Please set the lines down again exactly, from the top of the entries through the line that contains "A pipeline branches".

· · · ·

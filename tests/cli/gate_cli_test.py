#!/usr/bin/python3
"""End-to-end tests of `riskbound gate` against a live riskbound-server.

A pipeline branches on the exit code alone: PROMOTE 0, HOLD 10, REJECT 11,
invalid input 3. The audit digest printed by the CLI is recomputed here from
the same JSON files with protobuf's pure-Python implementation and hashlib.
"""
import os

# Before any protobuf import: the pure-Python implementation, so the digest
# check below does not run through the C++ library the server uses.
os.environ["PROTOCOL_BUFFERS_PYTHON_IMPLEMENTATION"] = "python"

import hashlib  # noqa: E402
import json  # noqa: E402
import shutil  # noqa: E402
import subprocess  # noqa: E402
import sys  # noqa: E402
import tempfile  # noqa: E402
import unittest  # noqa: E402

import harness  # noqa: E402

class Files:
    """Writes JSON documents to a temporary directory, returning their paths."""

    def __init__(self):
        self.dir = tempfile.mkdtemp(prefix="riskbound-gate-files-")
        self.count = 0

    def write(self, doc):
        self.count += 1
        path = os.path.join(self.dir, f"doc{self.count}.json")
        with open(path, "w") as f:
            f.write(doc if isinstance(doc, str) else json.dumps(doc))
        return path


FILES = None  # set in the __main__ block


def gate(policy, candidate, champion=None, *extra, server=None):
    cmd = [harness.ARGS.cli, "gate", "--policy", FILES.write(policy), "--candidate",
           FILES.write(candidate), "--server", server or harness.ADDRESS]
    if champion is not None:
        cmd += ["--champion", FILES.write(champion)]
    cmd += list(extra)
    p = subprocess.run(cmd, capture_output=True, text=True, timeout=60)
    return p.returncode, p.stdout, p.stderr


def policy(max_risk=0.05, delta=0.05, **more):
    doc = {"maxRisk": max_risk, "failureProbability": delta}
    doc.update(more)
    return doc


def candidate(errors, samples, model_id="damage-screen-v8"):
    return {"id": model_id,
            "evidence": {"holdout": {"errorCount": str(errors), "sampleCount": str(samples)}}}


def paired(both, only_champion, only_challenger, samples, champion_id="damage-screen-v7"):
    return {"championId": champion_id,
            "paired": {"bothWrongCount": str(both), "onlyChampionWrongCount": str(only_champion),
                       "onlyChallengerWrongCount": str(only_challenger),
                       "sampleCount": str(samples)}}


class GateVerdictTest(unittest.TestCase):
    def test_exit_codes_each_side_of_the_risk_boundaries(self):
        # Source: scipy.stats.beta Clopper-Pearson limits at delta/2 per side
        # (fixture gate_risk_boundary.csv: n = 1000, max_risk = 0.05,
        # delta = 0.05 -> PROMOTE up to 36 errors, REJECT from 65).
        for errors, code, word in ((36, 0, "PROMOTE"), (37, 10, "HOLD"), (64, 10, "HOLD"),
                                   (65, 11, "REJECT")):
            got, out, err = gate(policy(), candidate(errors, 1000))
            self.assertEqual(got, code, (errors, err))
            self.assertEqual(out.splitlines()[0], word, errors)
            self.assertEqual(err, "")

    def test_table_for_people(self):
        code, out, err = gate(policy(minHoldoutSampleCount="1000"), candidate(0, 600))
        self.assertEqual(code, 10, err)
        lines = out.splitlines()
        self.assertEqual(lines[0], "HOLD")
        for words in ("Reasons:", "  * HOLD: 600 hold-out samples", "minimum of 1000",
                      "Key numbers:", "true error, upper bound (holdout-binomial)",
                      "max_risk 0.05", "Failure probability ledger",
                      "risk upper bound: holdout-binomial", "total spent",
                      "More labelled hold-out samples expected to settle the verdict: 400",
                      "Audit record:", "request sha256:", "families used:    holdout-binomial",
                      "Cautions:", "distribution shift", "model-risk review"):
            self.assertIn(words, out)

    def test_champion_comparison_with_mcnemar(self):
        # McNemar exact one-sided p for b = 10 (only the candidate wrong),
        # c = 25 (only the champion wrong).
        # Source: scipy.stats.binomtest(10, 35, 0.5, alternative="less").
        from scipy.stats import binomtest
        expected_p = binomtest(10, 35, 0.5, alternative="less").pvalue
        code, out, err = gate(policy(maxRegression=0.01), candidate(15, 1000),
                              paired(5, 25, 10, 1000), "--output", "json")
        self.assertEqual(code, 0, err)
        doc = json.loads(out)
        self.assertEqual(doc["verdict"], "VERDICT_PROMOTE")
        self.assertAlmostEqual(doc["mcnemarPValue"], expected_p, places=12)
        self.assertLessEqual(doc["differenceUpperBound"], 0.01)
        self.assertEqual(len(doc["deltaLedger"]), 4)
        for entry in doc["deltaLedger"]:
            self.assertEqual(entry["failureProbability"], 0.0125)
        self.assertLessEqual(doc["audit"]["spentFailureProbability"], 0.05)
        # Same counts, no tolerance: the upper difference limit is above 0.
        code, out, err = gate(policy(), candidate(15, 1000), paired(5, 25, 10, 1000))
        self.assertEqual(code, 10, err)
        self.assertIn("McNemar exact one-sided p-value", out)
        self.assertIn("candidate - champion error, upper bound", out)
        # What a p-value is, and what it is not.
        self.assertIn("if the two models were equally good, the probability of a split", out)
        self.assertIn("it is not the probability that it is better", out)
        self.assertNotIn("(candidate better)", out)
        # Printed outward: the p-value up, the difference bounds up / down.
        code, js, err = gate(policy(), candidate(15, 1000), paired(5, 25, 10, 1000),
                             "--output", "json")
        doc = json.loads(js)
        row = [l for l in out.splitlines() if "McNemar exact one-sided p-value (see below)" in l][0]
        self.assertIn(harness.up_sig(expected_p), row.split())
        upper = [l for l in out.splitlines() if "champion error, upper bound" in l][0]
        lower = [l for l in out.splitlines() if "champion error, lower bound" in l][0]
        def signed(text):
            return text if text.startswith("-") else "+" + text
        self.assertIn(signed(harness.up6(doc["differenceUpperBound"])), upper.split())
        self.assertIn(signed(harness.down6(doc["differenceLowerBound"])), lower.split())

    def test_worse_than_champion_rejects(self):
        # Fixture gate_paired_boundary.csv (scipy Clopper-Pearson at delta/8):
        # n = 2000, c = 40, tolerance 0 -> REJECT from b = 79.
        code, out, err = gate(policy(max_risk=0.5), candidate(10 + 79, 2000),
                              paired(10, 40, 79, 2000))
        self.assertEqual(code, 11, err)
        self.assertTrue(out.startswith("REJECT\n"))
        self.assertIn("worse than champion 'damage-screen-v7'", out)
        code, _, err = gate(policy(max_risk=0.5), candidate(10 + 78, 2000),
                            paired(10, 40, 78, 2000))
        self.assertEqual(code, 10, err)

    def test_unpaired_champion_says_weaker(self):
        # Candidate 30/1000, champion 40/1000 on its own set: the difference
        # upper limit at delta/4 (delta/8 per side) is 0.0201248.
        # Source: scipy.stats.beta Clopper-Pearson limits (fixture
        # unpaired_difference.csv, row delta = 0.0125).
        unpaired = {"championId": "damage-screen-v7",
                    "championHoldout": {"errorCount": "40", "sampleCount": "1000"}}
        code, out, err = gate(policy(max_risk=0.1, maxRegression=0.021), candidate(30, 1000),
                              unpaired)
        self.assertEqual(code, 0, err)
        self.assertIn("weaker", out)
        self.assertIn("unpaired: weaker comparison", out)
        code, out, err = gate(policy(max_risk=0.1, maxRegression=0.02), candidate(30, 1000),
                              unpaired)
        self.assertEqual(code, 10, err)


def gate_flags(*args, server=None):
    """Runs `riskbound gate` with the given words (flags and/or files)."""
    cmd = [harness.ARGS.cli, "gate", *args, "--server", server or harness.ADDRESS]
    p = subprocess.run(cmd, capture_output=True, text=True, timeout=60)
    return p.returncode, p.stdout, p.stderr
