int RunScore(const std::vector<std::string>& raw_args, std::ostream& out, std::ostream& err) {
  std::vector<std::string> args = raw_args;
  std::optional<std::string> positional;
  if (!args.empty() && (args[0] == "-" || !absl::StartsWith(args[0], "-"))) {
    positional = args[0];
    args.erase(args.begin());
  }
  const std::vector<OptionSpec> specs = Specs();
  auto parsed = ParseArgs(specs, args);
  if (!parsed.ok()) return Usage(err, std::string(parsed.status().message()));
  if (parsed->Has("help")) {
    out << FormatHelp(kUsage, kSummary, specs, kTerms);
    return kExitOk;
  }
  if (parsed->Has("version")) {
    out << "riskbound " << EngineVersion() << "\n";
    return kExitOk;
  }
  auto client_options = ClientOptionsFromArgs(*parsed);
  if (!client_options.ok()) return Usage(err, std::string(client_options.status().message()));

  std::string input_path;
  if (positional.has_value() && parsed->Has("input")) {
    return Usage(err, "give the input once: as the first word or with --input");
  }
  if (positional.has_value()) input_path = *positional;
  if (auto in = parsed->Get("input")) input_path = *in;
  if (input_path.empty()) return Usage(err, "give the registry export: riskbound score INPUT");

  InputFormat input_format =
      absl::EndsWith(input_path, ".csv") ? InputFormat::kCsv : InputFormat::kJsonLines;
  if (auto f = parsed->Get("input-format")) {
    if (*f == "csv")
      input_format = InputFormat::kCsv;
    else if (*f == "jsonl")
      input_format = InputFormat::kJsonLines;
    else
      return Usage(err, "--input-format must be jsonl or csv");
  }
  std::optional<std::string> output_file = parsed->Get("output-file");
  const std::optional<std::string> resume = parsed->Get("resume");
  if (resume.has_value()) {
    if (output_file.has_value() && *output_file != *resume) {
      return Usage(err, "--resume FILE continues FILE: give --output-file only if it is FILE");
    }
    output_file = resume;
  }
  OutputFormat output_format =
      output_file.has_value() ? OutputFormat::kJsonLines : OutputFormat::kTable;
  if (auto f = parsed->Get("output")) {
    if (*f == "table")
      output_format = OutputFormat::kTable;
    else if (*f == "jsonl")
      output_format = OutputFormat::kJsonLines;
    else if (*f == "csv")
      output_format = OutputFormat::kCsv;
    else
      return Usage(err, "--output must be table, jsonl or csv");
  }
  if (resume.has_value() && output_format == OutputFormat::kTable) {
    return Usage(err, "--resume needs rows a program can read back: --output jsonl or csv");
  }

  v1::ScoreSettings settings;
  int settings_exit = kExitOk;
  if (auto problem = BuildSettings(*parsed, &settings, err, &settings_exit)) {
    if (settings_exit != kExitOk) return settings_exit;
    return Usage(err, *problem);
  }
  const std::optional<double> max_risk =
      settings.has_gate() ? std::optional<double>(settings.gate().max_risk()) : std::nullopt;
  const bool shared = settings.delta_sharing() == v1::DELTA_SHARING_PER_HOLDOUT_SET;

  // The input.
  std::ifstream file_in;
  std::istream* in = &std::cin;
  std::uint64_t input_size = 0;
  if (input_path != "-") {
    file_in.open(input_path, std::ios::binary | std::ios::ate);
    if (!file_in) return InputError(err, absl::StrCat("cannot read ", input_path));
    input_size = static_cast<std::uint64_t>(file_in.tellg());
    file_in.seekg(0);
    in = &file_in;
  }
  InputLines lines(in);
  std::optional<CsvColumns> columns;
  if (input_format == InputFormat::kCsv) {
    std::string header;
    std::uint64_t number = 0;
    if (!lines.Next(&header, &number)) return InputError(err, input_path + ": no CSV header");
    auto parsed_columns = CsvColumns::FromHeader(header);
    if (!parsed_columns.ok()) {
      return InputError(err, absl::StrCat(input_path, ": ", parsed_columns.status().message()));
    }
    columns = std::move(*parsed_columns);
  }

  // An interrupted run's rows.
  std::vector<Row> prior;
  if (resume.has_value()) {
    auto rows = ReadPriorRows(*resume, output_format);
    if (!rows.ok()) return InputError(err, std::string(rows.status().message()));
    prior = std::move(*rows);
  }

  // The output.
  std::ofstream file_out;
  std::ostream* rows_out = &out;
  if (output_file.has_value()) {
    const bool append =
        resume.has_value() && (!prior.empty() || output_format != OutputFormat::kCsv);
    std::ifstream exists(*output_file);
    const bool had_content = append && exists && exists.peek() != EOF;
    file_out.open(*output_file,
                  append ? std::ios::app | std::ios::binary : std::ios::trunc | std::ios::binary);
    if (!file_out) return InputError(err, absl::StrCat("cannot write ", *output_file));
    rows_out = &file_out;
    if (output_format == OutputFormat::kCsv && !had_content) file_out << CsvHeader();
  } else if (output_format == OutputFormat::kCsv) {
    out << CsvHeader();
  } else if (output_format == OutputFormat::kTable) {
    out << absl::StrFormat("%-6s  %-20s  %-24s  %-9s  %s\n", "line", "record_id", "model", "result",
                           "detail");
  }

  std::optional<RegistryReport> report;
  if (parsed->Has("report")) report.emplace(max_risk);
  std::uint64_t error_rows = 0;
  for (const Row& row : prior) {
    if (row.result.has_error()) ++error_rows;
    if (report.has_value()) report->Add(row);
  }

  // The streams: rows go to them in turn, and their answers are read back in
  // the same turn, so the output keeps the input order.
  auto stream_count = parsed->GetUint64("streams");
  if (!stream_count.ok()) return Usage(err, std::string(stream_count.status().message()));
  const std::size_t n_streams = stream_count->value_or(1);
  if (n_streams < 1 || n_streams > 64) return Usage(err, "--streams must be 1 to 64");
  if (n_streams > 1 && shared) {
    return Usage(err,
                 "--streams above 1 needs per-record sharing: each stream keeps its own "
                 "account of a hold-out set's delta");
  }
  using Stream = grpc::ClientReaderWriter<v1::ScoreRegistryRequest, v1::ScoreRegistryResponse>;
  RiskBoundClient client(*client_options);
  if (n_streams > 1) {
    // Round robin spreads calls over the replicas that are connected when
    // each call starts: connect first, and give the other addresses of the
    // target a moment to connect too, so the streams do not all start on
    // the first replica that answered.
    // A few cheap calls drive the channel meanwhile (its subchannels report
    // READY as it works).
    client.channel()->WaitForConnected(std::chrono::system_clock::now() + std::chrono::seconds(5));
    for (int i = 0; i < 10; ++i) {
      grpc::ClientContext probe;
      AddCallCredentials(*client_options, &probe);
      probe.set_deadline(std::chrono::system_clock::now() + std::chrono::seconds(2));
      v1::ListFamiliesResponse ignored;
      (void)client.stub()->ListFamilies(&probe, v1::ListFamiliesRequest(), &ignored);
      std::this_thread::sleep_for(std::chrono::milliseconds(20));
    }
  }
  std::vector<std::unique_ptr<grpc::ClientContext>> contexts;
  std::vector<std::unique_ptr<Stream>> streams;
  for (std::size_t i = 0; i < n_streams; ++i) {
    contexts.push_back(std::make_unique<grpc::ClientContext>());
    AddCallCredentials(*client_options, contexts.back().get());
    if (parsed->Has("timeout")) {
      contexts.back()->set_deadline(std::chrono::system_clock::now() +
                                    absl::ToChronoMilliseconds(client_options->timeout));
    }
    streams.push_back(client.stub()->ScoreRegistry(contexts.back().get()));
    v1::ScoreRegistryRequest first;
    *first.mutable_settings() = settings;
    streams.back()->Write(first);
  }

  PendingQueue queue;
  std::atomic<std::uint64_t> bytes_read{0};
  std::string prior_mismatch;
  std::thread sender([&] {
    std::string text;
    std::uint64_t number = 0;
    std::size_t index = 0;
    std::size_t turn = 0;
    std::vector<bool> open(n_streams, true);
    while (!queue.abandoned() && lines.Next(&text, &number)) {
      bytes_read.store(lines.bytes(), std::memory_order_relaxed);
      v1::ScoreRegistryRequest item;
      v1::RegistryRecord* record = item.mutable_record();
      const absl::Status read = columns.has_value() ? columns->Fill(text, number, record)
                                                    : ParseJsonLine(text, number, record);
      if (record->record_id().empty()) record->set_record_id(absl::StrCat("line-", number));
      if (index < prior.size()) {
        // Already answered by the interrupted run: re-sent only to count its
        // share again (per-holdout-set sharing), never re-scored.
        if (prior[index].line != number && prior_mismatch.empty()) {
          prior_mismatch =
              absl::StrCat("row ", index + 1, " of the file answers line ", prior[index].line,
                           " but that row of the input is line ", number);
        }
        // (Per-holdout-set sharing runs one stream.)
        if (shared && read.ok() && !prior[index].result.has_error() && open[0]) {
          record->set_ledger_only(true);
          open[0] = streams[0]->Write(item);
        }
        ++index;
        continue;
      }
      ++index;
      Pending pending;
      pending.line = number;
      if (!read.ok()) {
        pending.local = LocalErrorRow(number, record->record_id(), read);
      } else {
        pending.stream = turn++ % n_streams;
        if (open[pending.stream]) open[pending.stream] = streams[pending.stream]->Write(item);
        pending.unsent = !open[pending.stream];
      }
      const bool unsent = pending.unsent;
      queue.Push(std::move(pending));
      if (unsent) break;
    }
    for (std::size_t i = 0; i < n_streams; ++i) {
      if (open[i]) streams[i]->WritesDone();
    }
    queue.Close();
  });

  const bool progress = isatty(STDERR_FILENO) && output_file.has_value();
  const absl::Time started = absl::Now();
  absl::Time last_progress = started;
  std::uint64_t written = 0;
  bool stream_alive = true;
  while (std::optional<Pending> pending = queue.Pop()) {
    Row row;
    if (pending->unsent) {
      stream_alive = false;
      queue.Abandon();
      break;
    }
    if (pending->local.has_value()) {
      row = std::move(*pending->local);
    } else {
      v1::ScoreRegistryResponse response;
      if (stream_alive && streams[pending->stream]->Read(&response) && response.has_result()) {
        row.line = pending->line;
        row.result = std::move(*response.mutable_result());
      } else {
        // The stream ended early: stop here, keep what was written (--resume
        // continues from it).
        stream_alive = false;
        queue.Abandon();
        break;
      }
    }
    if (row.result.has_error()) ++error_rows;
    if (output_format == OutputFormat::kTable) {
      *rows_out << TableRow(row);
    } else {
      *rows_out << RowText(row, output_format);
    }
    if (report.has_value()) report->Add(row);
    ++written;
    if (progress && absl::Now() - last_progress > absl::Milliseconds(250)) {
      last_progress = absl::Now();
      const double seconds = absl::ToDoubleSeconds(last_progress - started);
      const double rate = seconds > 0 ? written / seconds : 0;
      std::string eta;
      const std::uint64_t done = bytes_read.load(std::memory_order_relaxed);
      if (input_size > 0 && done > 0 && done < input_size) {
        eta = absl::StrFormat(", about %.0f s left", seconds * (input_size - done) / done);
      }
      err << absl::StrFormat("\r%d rows scored, %.0f rows/s%s   ", written, rate, eta)
          << std::flush;
    }
  }
  if (progress) err << "\r" << std::string(60, ' ') << "\r";
  sender.join();
  rows_out->flush();

  // Each stream's summary; the counts added up.
  v1::RunSummary summary;
  grpc::Status status;
  for (std::size_t i = 0; i < n_streams; ++i) {
    v1::ScoreRegistryResponse response;
    // Reads every message left (after an early end they are only drained),
    // so that Finish gets the server's status.
    while (streams[i]->Read(&response)) {
      if (!stream_alive || !response.has_summary()) continue;
      const v1::RunSummary& part = response.summary();
      if (i == 0) {
        summary = part;
        continue;
      }
      summary.set_record_count(summary.record_count() + part.record_count());
      summary.set_error_count(summary.error_count() + part.error_count());
      summary.set_promote_count(summary.promote_count() + part.promote_count());
      summary.set_hold_count(summary.hold_count() + part.hold_count());
      summary.set_reject_count(summary.reject_count() + part.reject_count());
      summary.set_vacuous_count(summary.vacuous_count() + part.vacuous_count());
      summary.set_non_vacuous_count(summary.non_vacuous_count() + part.non_vacuous_count());
    }
    const grpc::Status finished = streams[i]->Finish();
    if (status.ok() && !finished.ok()) status = finished;
  }
  if (status.ok() && !stream_alive) {
    status = grpc::Status(grpc::StatusCode::UNAVAILABLE, "the stream ended before every row");
  }
  if (!status.ok()) {
    err << "riskbound score: the stream ended after " << written << " new rows";
    if (output_file.has_value()) err << " (rerun with --resume " << *output_file << " to go on)";
    err << "\n";
    return ReportRpcError(status, *client_options, err);
  }
  if (!prior_mismatch.empty()) {
    err << "riskbound score: warning: --resume " << *resume
        << " does not match this input: " << prior_mismatch << "\n";
  }

  // The summary, on stderr so that stdout holds only rows.
  const std::uint64_t total = prior.size() + written;
  err << "\n" << total << " rows";
  if (!prior.empty()) err << " (" << prior.size() << " from the earlier run)";
  // Counts of this run's rows (with --resume, of the rows scored now: the
  // report counts the whole file).
  const std::string part = prior.empty() ? "" : "this part: ";
  if (settings.has_gate()) {
    err << " (" << part << summary.promote_count() << " PROMOTE, " << summary.hold_count()
        << " HOLD, " << summary.reject_count() << " REJECT)";
  } else {
    err << " (" << part << summary.non_vacuous_count() << " certified, "
        << summary.vacuous_count() << " vacuous)";
  }
  err << "; " << error_rows << " error rows\n" << summary.statement() << "\n";
  for (const v1::HoldoutSetSpend& s : summary.holdout_sets()) {
    err << "  hold-out set " << s.holdout_set_id() << ": " << s.scored_record_count() << " of "
        << s.declared_record_count() << " records, delta spent "
        << FormatFailureProbability(s.spent_failure_probability()) << "\n";
  }
  PrintCautions(summary.cautions(), err);

  if (report.has_value()) {
    const std::string path = *parsed->Get("report");
    std::ofstream html(path, std::ios::trunc | std::ios::binary);
    html << report->Render(summary, input_path == "-" ? "standard input" : input_path);
    if (!html) return InputError(err, absl::StrCat("cannot write the report to ", path));
    err << "report: " << path << "\n";
  }
  return error_rows > 0 ? kExitRowErrors : kExitOk;
}

}  // namespace riskbound::cli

· · · ·

■ **YOUR RESPONSE**:
filename tests/cli/gate_cli_test.py
#!/usr/bin/python3
"""End-to-end tests of `riskbound gate` against a live riskbound-server.

A pipeline branches on the exit code alone: PROMOTE 0, HOLD 10, REJECT 11,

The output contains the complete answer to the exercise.